Action item
Within the lines below, find those that hold the string "straight" and copy each one.

___ Task material

import { linearRegression } from 'simple-statistics';
import { describe, expect, it } from 'vitest';
import { bonferroniOutlierCriticalValue } from './bonferroni-outlier-test.ts';
import { fitRateLaw } from './fit-rate-law.ts';
import { residualDiagnostics } from './residual-diagnostics.ts';

// A zero-order law that stays above 0 is a straight line, so its diagnostics must equal the textbook
// ordinary-least-squares ones: hᵢ = 1/n + (tᵢ − t̄)²/Sₜₜ, and the externally studentised residual
// eᵢ/(s₍ᵢ₎·√(1 − hᵢ)) with s₍ᵢ₎ from the fit without point i (Belsley, Kuh & Welsch 1980, from memory).
const times = [0, 1, 2, 3, 4, 5, 6, 7];
const values = [100.2, 98.1, 96.3, 93.8, 92.4, 89.6, 88.3, 85.9];

describe('residualDiagnostics on a straight line (zero order) against OLS formulas and leave-one-out refits', () => {
  const fit = fitRateLaw(0, times, values, 'constant', { initialValue: 100, rateConstant: 2 });
  const diagnostics = residualDiagnostics(fit, times, values);

  it('leverage equals 1/n + (t − t̄)²/Sₜₜ', () => {
    const mean = 3.5;
    const sxx = times.reduce((s, t) => s + (t - mean) ** 2, 0);
    diagnostics.points.forEach((point, i) => {
      expect(point.leverage!).toBeCloseTo(1 / 8 + (times[i]! - mean) ** 2 / sxx, 10);
    });
  });

  it('externally studentised residuals equal eᵢ/(s₍ᵢ₎√(1 − hᵢ)) from simple-statistics refits without point i', () => {
    diagnostics.points.forEach((point, i) => {
      const rest = times.map((t, j) => [t, values[j]!] as [number, number]).filter((_, j) => j !== i);
      const line = linearRegression(rest);
      const rss = rest.reduce((s, [t, v]) => s + (v - line.b - line.m * t) ** 2, 0);
      const sWithout = Math.sqrt(rss / (rest.length - 2));
      const expected = point.residual! / (sWithout * Math.sqrt(1 - point.leverage!));
      expect(point.externallyStudentised!).toBeCloseTo(expected, 8);
    });
  });

  it('a planted outlier is flagged above the Bonferroni critical value of its series and kept (never excluded)', () => {
    const spoiled = [...values];
    spoiled[4] = 82;
    const spoiledFit = fitRateLaw(0, times, spoiled, 'constant', { initialValue: 100, rateConstant: 2 });
    const result = residualDiagnostics(spoiledFit, times, spoiled);
    // 8 points, 2 parameters: t(1 − 0.04/16; 5) = t(0.9975; 5) = 4.773 (t table, upper-tail 0.0025 column;
    // from memory, e.g. Montgomery & Runger, Applied Statistics and Probability for Engineers, Table V).
    expect(result.outlierThreshold).toBe(bonferroniOutlierCriticalValue(8, 2));
    expect(result.outlierThreshold!).toBeCloseTo(4.773, 3);
    expect(result.possibleOutliers).toEqual([4]);
    expect(Math.abs(result.points[4]!.externallyStudentised!)).toBeGreaterThan(result.outlierThreshold!);
    expect(result.points).toHaveLength(8);
  });

  it('the clean line flags nothing, and a residual above 3 but below the critical value is not flagged', () => {
    expect(diagnostics.possibleOutliers).toEqual([]);
    // The old fixed rule flagged |t| > 3; with 8 points the critical value is 4.773, and 91.0 at time 4 gives
    // |t| ≈ 3.4, which the old rule flagged and the Bonferroni rule does not.
    const moderate = [...values];
    moderate[4] = 91.0;
    const moderateFit = fitRateLaw(0, times, moderate, 'constant', { initialValue: 100, rateConstant: 2 });
    const result = residualDiagnostics(moderateFit, times, moderate);
    const largest = Math.max(...result.points.map((point) => Math.abs(point.externallyStudentised ?? 0)));
    expect(largest).toBeGreaterThan(3);
    expect(largest).toBeLessThan(result.outlierThreshold!);
    expect(result.possibleOutliers).toEqual([]);
  });

  it('no test and no flag when N − p − 1 < 1 (three points, two parameters)', () => {
    const short = fitRateLaw(0, [0, 1, 2], [100, 97, 95.5], 'constant', {
      initialValue: 100,
      rateConstant: 2,
    });
    const result = residualDiagnostics(short, [0, 1, 2], [100, 97, 95.5]);
    expect(result.outlierThreshold).toBeNull();
    expect(result.possibleOutliers).toEqual([]);
  });

  it('proportional error reports residuals on the ln scale', () => {
    const positive = fitRateLaw(1, times, values, 'proportional', { initialValue: 100, rateConstant: 0.02 });
    const result = residualDiagnostics(positive, times, values);
    expect(result.residualScale).toBe('ln(value)');
    expect(result.points[0]!.residual!).toBeCloseTo(
      Math.log(values[0]!) - Math.log(result.points[0]!.fitted!),
      12,
    );
  });
});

______

Output of the exercise
// A zero-order law that stays above 0 is a straight line, so its diagnostics must equal the textbook
describe('residualDiagnostics on a straight line (zero order) against OLS formulas and leave-one-out refits', () => {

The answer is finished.